A peine Scott avait-il été touché, que Judy s’était précipitée pour vérifier que Menthe allait bien. Bon, elle respirait encore. Elle aurait très certainement besoin de soins rapides, mais au moins, elle était vivante. Bélis s’occupait de ranimer Ravel de quelques gifles légères et il ne tarda pas à rejoindre le monde des conscients. Jude refusa toute explication sur sa présence au bon endroit et au bon moment, et se contenta de leur dire qu’à son avis, tous les quatre n’étaient plus en sécurité chez eux, donc ni sur Fleet Street, ni à Covent Garden, et qu’il valait mieux qu’ils aillent se mettre au vert jusqu’à ce que Scotland Yard mette la main sur Cassiel. Judy se retint de mentionner que dans ce cas, ils feraient aussi bien d’aller élever des moutons dans les landes, puisqu’ils risquaient fort de ne jamais revoir Londres. Mais ça n’aurait pas été très aimable vis-à-vis de leur sauveur. Elle se contenta donc d’aller remettre Menthe sur ses pieds et de la soutenir. Ensemble, ils reprirent le chemin de l’appartement.

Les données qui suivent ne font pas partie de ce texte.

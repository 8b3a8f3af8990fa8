import { memo } from 'react';
import type { TableRow } from '../tableRow';
import type { Column } from './columns';

interface GridRowProps {
  readonly row: TableRow;
  readonly columns: readonly Column[];
  /** Place in the whole table, from 1, the head counted. */
  readonly place: number;
  readonly selected: boolean;
  readonly current: boolean;
  /** Distance from the top of the table and height, px. */
  readonly start: number;
  readonly height: number;
  readonly onToggle: (id: string, extend: boolean) => void;
  readonly onStar: (row: TableRow) => void;
  readonly onPoint: (id: string) => void;
}

/** One candidate. The row takes the focus as a whole; keys act on it (see `useGridKeys`). */
export const GridRow = memo(function GridRow(props: GridRowProps) {
  const { row, columns, place, selected, current, start, height, onToggle, onStar, onPoint } = props;
  const { candidate } = row;
  const formula = row.summary?.ok ? row.summary.formula : candidate.composition.metal;
  return (
    <div
      role="row"
      className="grid-row"
      aria-rowindex={place}
      aria-selected={selected}
      data-archived={candidate.archived || undefined}
      data-row={candidate.id}
      tabIndex={current ? 0 : -1}
      style={{ transform: `translateY(${start}px)`, blockSize: height }}
      onPointerDown={() => onPoint(candidate.id)}
      // Keys and commands act on the row that was reached by Tab as on one that was clicked.
      onFocus={() => onPoint(candidate.id)}
    >
      <span role="gridcell" className="grid-mark">
        <input
          type="checkbox"
          tabIndex={-1}
          aria-label={`Select ${formula}`}
          checked={selected}
          onClick={(event) => onToggle(candidate.id, event.shiftKey)}
          onChange={() => undefined}
        />
      </span>
      <span role="gridcell" className="grid-mark">
        <button
          type="button"
          tabIndex={-1}
          className="star"
          aria-pressed={candidate.starred}
          aria-label={`Star ${formula}`}
          onClick={() => onStar(row)}
        >
          <svg viewBox="0 0 20 20" width="18" height="18" aria-hidden="true">
            <path d="m10 2 2.4 5.2 5.6.6-4.2 3.8 1.2 5.6L10 14.3l-5 2.9 1.2-5.6L2 7.8l5.6-.6Z" />
          </svg>
        </button>
      </span>
      {columns.map((column) => (
        <span key={column.id} role="gridcell" className="grid-cell" data-column={column.id}>
          {column.cell(row)}
        </span>
      ))}
    </div>
  );
});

Une fois relativement à l’abri des éventuels autres tueurs, Jude, Bélis et Menthe s’empressèrent de jeter quelques affaires dans différentes valises. Ravel resta à l’extérieur à patienter avec Smith n°3. Le silence lui pesait un peu, mais il ne savait pas trop quoi dire à l’inspecteur, et s’attendait à peu près à se faire arrêter d’un instant à l’autre. Il se contenta donc de contempler le plafond d’un air profondément intéressé, tandis que Jude manifestait son impatience en tapotant sur le cadre de la porte. Ils entendirent un vacarme assez conséquent, des tiroirs ouverts et refermés, des chocs, à croire que quelqu’un était en train de se battre là-dedans. Mais non, les trois filles ressortirent en traînant deux petites malles avec elles. Jude se contenta d’un signe de tête, et mena la marche vers l’extérieur. Ravel n’osa pas proposer de les aider à porter.